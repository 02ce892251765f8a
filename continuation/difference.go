package continuation

import (
	"errors"
	"math"
)

// differences takes derivatives by central finite differences of order 4 in
// scaled steps. The width of a step is not guessed but tried: see [column.tune].
type differences struct{}

func newDifferences(*Model) Derivatives { return differences{} }

func (differences) Describe() string { return "finite differences (central, order 4, tested steps)" }

func (differences) For(e Evaluator) Differentiator {
	n, m := e.Dimensions()
	d := &difference{
		e: e, n: n, columns: make([]column, n+m), col: make([]float64, n),
		x: make([]float64, n), p: make([]float64, m), at: make([]float64, n), q: make([]float64, m),
	}
	for i := range d.f {
		d.f[i] = make([]float64, n)
	}
	return d
}

type difference struct {
	e       Evaluator
	n       int
	x, p    []float64
	f       [4][]float64
	col     []float64
	columns []column // states first, then parameters
	second  column   // of second derivatives along a direction

	rows  []float64 // sizes of the equations: the largest term |f_z| times size met
	at, q []float64
}

// A column remembers which step serves for a variable.
type column struct {
	eta   float64 // step over size
	size  float64 // of the variable when eta was chosen
	used  int     // since then
	error float64 // estimated, relative to the largest component
}

// The widths that are tried for first derivatives, as fractions of a variable's
// size. 2^-10 is near the fifth root of the rounding unit, the best for a function
// that varies over its variable's size. The narrow ones serve functions that vary
// much faster, and variables that are 0 and whose size nobody has given.
var widths = []float64{0x1p-7, 0x1p-9, 0x1p-11, 0x1p-13, 0x1p-16, 0x1p-20, 0x1p-25, 0x1p-30, 0x1p-36}

// The widths for second derivatives along a direction.
var secondWidths = []float64{0x1p-6, 0x1p-8, 0x1p-10, 0x1p-12, 0x1p-15, 0x1p-19, 0x1p-24, 0x1p-30}

// The widths for third derivatives along a direction.
var thirdWidths = []float64{0x1p-3, 0x1p-4, 0x1p-5, 0x1p-6, 0x1p-7, 0x1p-8, 0x1p-10, 0x1p-12, 0x1p-15}

// The widths for differences of Jacobians.
var adjointWidths = []float64{0x1p-8, 0x1p-11, 0x1p-14, 0x1p-19, 0x1p-25, 0x1p-32}

const (
	retune = 100 // uses after which a step is chosen anew
	worse  = 10  // how much worse than the best agreement ends the search
)

// agree computes something with one width after the other, stores in out what
// agrees best with its narrower neighbour, and returns its width and how far the
// two differ: truncation makes wide steps disagree, rounding narrow ones. A width that leaves the
// model's domain is passed over. The weights make components of different units
// comparable. With all, every width is tried: a variable that is 0, whose size may
// be far from what is thought, makes wide steps agree on nonsense.
func agree(widths, out, weights []float64, all bool, compute func(eta float64, out []float64) error) (eta, differ float64, err error) {
	previous, current := make([]float64, len(out)), make([]float64, len(out))
	best, have := math.Inf(1), false
	var failed error
	for k, w := range widths {
		if err := compute(w, current); err != nil {
			if errors.Is(err, ErrInterrupted) {
				return 0, 0, err
			}
			failed, have = err, false
			continue
		}
		if have {
			gap := 0.0
			for i, weight := range weights {
				gap += weight * math.Abs(previous[i]-current[i])
			}
			// Of equals the narrower: what is exact here by chance may not be
			// elsewhere.
			if gap < best || (gap == best && (all || k <= 4)) {
				best, eta = gap, widths[k-1]
				copy(out, previous)
			}
			if k >= 4 && gap > worse*best && !all {
				break
			}
		}
		copy(previous, current)
		have = true
	}
	if eta == 0 {
		return 0, 0, failed
	}
	return eta, best, nil
}

// equationWeights returns the weights that measure changes of f against the sizes
// of its equations, times a factor.
func (d *difference) equationWeights(factor float64) []float64 {
	w := make([]float64, d.n)
	for i, r := range d.rows {
		w[i] = factor
		if r > 0 {
			w[i] = factor / r
		}
	}
	return w
}

// survey finds the sizes of the equations: it must be done before steps are
// chosen by them.
func (d *difference) survey(x, p []float64) error {
	d.rows = make([]float64, d.n)
	copy(d.x, x)
	copy(d.p, p)
	for k := range d.columns {
		at, size := d.variable(k)
		if err := d.central(at, size*widths[2], d.col); err != nil {
			if errors.Is(err, ErrInterrupted) {
				return err
			}
			continue // too wide for the domain here; the other variables tell
		}
		d.measure(d.col, size)
	}
	return nil
}

// measure notes the terms of a column.
func (d *difference) measure(col []float64, size float64) {
	for i, v := range col {
		d.rows[i] = math.Max(d.rows[i], math.Abs(v)*size)
	}
}

func (d *difference) Jacobian(x, p []float64, j int, jac []float64) error {
	width := d.n
	if j >= 0 {
		width++
	}
	col := d.col
	for k := range width {
		variable := k
		if k == d.n {
			variable = d.n + j
		}
		if err := d.column(x, p, variable, col); err != nil {
			return err
		}
		for i, v := range col {
			jac[i*width+k] = v
		}
	}
	return nil
}

func (d *difference) Parameter(x, p []float64, j int, col []float64) error {
	return d.column(x, p, d.n+j, col)
}

// Accuracy returns the estimated relative error of the first derivatives.
func (d *difference) Accuracy() float64 {
	worst := epsilon
	for _, c := range d.columns {
		worst = math.Max(worst, c.error)
	}
	return worst
}

// column stores the derivative of f with respect to variable k in out.
func (d *difference) column(x, p []float64, k int, out []float64) error {
	copy(d.x, x)
	copy(d.p, p)
	if d.rows == nil {
		if err := d.survey(x, p); err != nil {
			return err
		}
	}
	at, size := d.variable(k)
	c := &d.columns[k]
	if c.eta == 0 || c.used >= retune || size > 2*c.size || size < c.size/2 {
		return d.tune(c, at, size, out)
	}
	c.used++
	return d.central(at, c.eta*size, out)
}

// variable returns where variable k stands in the working copy, and its size.
func (d *difference) variable(k int) (at *float64, size float64) {
	sx, sp := d.e.Scales()
	if k < d.n {
		return &d.x[k], math.Max(math.Abs(d.x[k]), sx[k])
	}
	k -= d.n
	return &d.p[k], math.Max(math.Abs(d.p[k]), sp[k])
}

// tune differentiates with several widths and keeps the one that serves best.
func (d *difference) tune(c *column, at *float64, size float64, out []float64) error {
	eta, differ, err := agree(widths, out, d.equationWeights(size), *at == 0, func(eta float64, out []float64) error {
		return d.central(at, eta*size, out)
	})
	if err == nil {
		*c = column{eta: eta, size: size, error: differ}
		d.measure(out, size)
	}
	return err
}

// central stores the derivative with respect to *at by the five-point rule
//
//	f' ≈ (8 (f(+h) - f(-h)) - (f(+2h) - f(-2h))) / 12 h,  error h⁴ f⁽⁵⁾ / 30
//
// (Abramowitz & Stegun, Handbook of Mathematical Functions, 25.3.6).
func (d *difference) central(at *float64, h float64, out []float64) error {
	middle := *at
	defer func() { *at = middle }()
	h = (middle + h) - middle // a step that the variable can really make
	for i, step := range [...]float64{h, -h, 2 * h, -2 * h} {
		*at = middle + step
		if err := d.e.Eval(d.x, d.p, d.f[i]); err != nil {
			return err
		}
	}
	for i := range out {
		out[i] = (8*(d.f[0][i]-d.f[1][i]) - (d.f[2][i] - d.f[3][i])) / (12 * h)
	}
	return nil
}

// along moves the working copy to z + step a, where z = (x, p_j).
func (d *difference) along(x, p []float64, j int, a []float64, step float64) {
	for i := range d.x {
		d.x[i] = x[i] + step*a[i]
	}
	copy(d.p, p)
	if j >= 0 {
		d.p[j] = p[j] + step*a[d.n]
	}
}

// stencil evaluates f at z + h a, z - h a, z + 2h a and z - 2h a.
func (d *difference) stencil(x, p []float64, j int, a []float64, h float64) error {
	for i, step := range [...]float64{h, -h, 2 * h, -2 * h} {
		d.along(x, p, j, a, step)
		if err := d.e.Eval(d.x, d.p, d.f[i]); err != nil {
			return err
		}
	}
	return nil
}

// unit returns the length of a in scaled variables.
func (d *difference) unit(x, p []float64, j int, a []float64) float64 {
	sx, sp := d.e.Scales()
	longest := 0.0
	for i := range x {
		longest = math.Max(longest, math.Abs(a[i])/math.Max(sx[i], math.Abs(x[i])))
	}
	if j >= 0 {
		longest = math.Max(longest, math.Abs(a[d.n])/math.Max(sp[j], math.Abs(p[j])))
	}
	return longest
}

// Second uses the five-point rule for the second derivative,
//
//	f'' ≈ (16 (f(+h) + f(-h)) - (f(+2h) + f(-2h)) - 30 f) / 12 h²,  error h⁴ f⁽⁶⁾ / 90
//
// (Abramowitz & Stegun, 25.3.24), with the width on which two agree best, chosen anew
// now and then.
func (d *difference) Second(x, p []float64, j int, a, out []float64) error {
	length := d.unit(x, p, j, a)
	if length == 0 {
		clear(out)
		return nil
	}
	if d.rows == nil {
		if err := d.survey(x, p); err != nil {
			return err
		}
	}
	if err := d.e.Eval(x, p, d.col); err != nil {
		return err
	}
	middle := append([]float64(nil), d.col...)
	c := &d.second
	if c.eta != 0 && c.used < retune {
		c.used++
		return d.bend(x, p, j, a, c.eta/length, middle, out)
	}
	eta, _, err := agree(secondWidths, out, d.equationWeights(1), false, func(eta float64, out []float64) error {
		return d.bend(x, p, j, a, eta/length, middle, out)
	})
	if err == nil {
		*c = column{eta: eta}
	}
	return err
}

func (d *difference) bend(x, p []float64, j int, a []float64, h float64, middle, out []float64) error {
	if err := d.stencil(x, p, j, a, h); err != nil {
		return err
	}
	for i := range out {
		near := d.f[0][i] + d.f[1][i]
		far := d.f[2][i] + d.f[3][i]
		out[i] = (16*near - far - 30*middle[i]) / (12 * h * h)
	}
	return nil
}

// sizes returns the sizes of the variables z.
func (d *difference) sizes(j, width int) []float64 {
	sx, sp := d.e.Scales()
	w := make([]float64, width)
	copy(w, sx)
	if j >= 0 {
		w[d.n] = sp[j]
	}
	return w
}

// Third uses the five-point rule for the third derivative,
//
//	f''' ≈ (f(+2h) - f(-2h) - 2 (f(+h) - f(-h))) / 2 h³,  error h² f⁽⁵⁾ / 4,
//
// and Richardson's extrapolation from h and h/2, with the width on which two
// agree best.
func (d *difference) Third(x, p []float64, j int, a, out []float64) error {
	length := d.unit(x, p, j, a)
	if length == 0 {
		clear(out)
		return nil
	}
	if d.rows == nil {
		if err := d.survey(x, p); err != nil {
			return err
		}
	}
	half := make([]float64, d.n)
	_, _, err := agree(thirdWidths, out, d.equationWeights(1), false, func(eta float64, out []float64) error {
		if err := d.third(x, p, j, a, eta/length, out); err != nil {
			return err
		}
		if err := d.third(x, p, j, a, eta/length/2, half); err != nil {
			return err
		}
		for i := range out {
			out[i] = (4*half[i] - out[i]) / 3
		}
		return nil
	})
	return err
}

func (d *difference) third(x, p []float64, j int, a []float64, h float64, out []float64) error {
	if err := d.stencil(x, p, j, a, h); err != nil {
		return err
	}
	for i := range out {
		out[i] = (d.f[2][i] - d.f[3][i] - 2*(d.f[0][i]-d.f[1][i])) / (2 * h * h * h)
	}
	return nil
}

// Adjoint differentiates the Jacobian along a by the three-point rule; Newton's
// method on a singular point needs no more digits of it than that gives.
func (d *difference) Adjoint(x, p []float64, j int, w, a, out []float64) error {
	length := d.unit(x, p, j, a)
	if length == 0 {
		clear(out)
		return nil
	}
	jac := make([]float64, d.n*len(out))
	_, _, err := agree(adjointWidths, out, d.sizes(j, len(out)), true, func(eta float64, out []float64) error {
		clear(out)
		h := eta / length
		for _, step := range [...]float64{h, -h} {
			d.along(x, p, j, a, step)
			copy(d.at, d.x)
			copy(d.q, d.p)
			if err := d.Jacobian(d.at, d.q, j, jac); err != nil {
				return err
			}
			for i := range d.n {
				for k := range out {
					out[k] += w[i] * jac[i*len(out)+k] / (2 * step)
				}
			}
		}
		return nil
	})
	return err
}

★ ★ ★

Only one part of the material above is to be transcribed, namely the lines starting with the line that has "retune = 100" and going on through the line that has "of different units", exactly as they stand.

Answer section -
	retune = 100 // uses after which a step is chosen anew
	worse  = 10  // how much worse than the best agreement ends the search
)

// agree computes something with one width after the other, stores in out what
// agrees best with its narrower neighbour, and returns its width and how far the
// two differ: truncation makes wide steps disagree, rounding narrow ones. A width that leaves the
// model's domain is passed over. The weights make components of different units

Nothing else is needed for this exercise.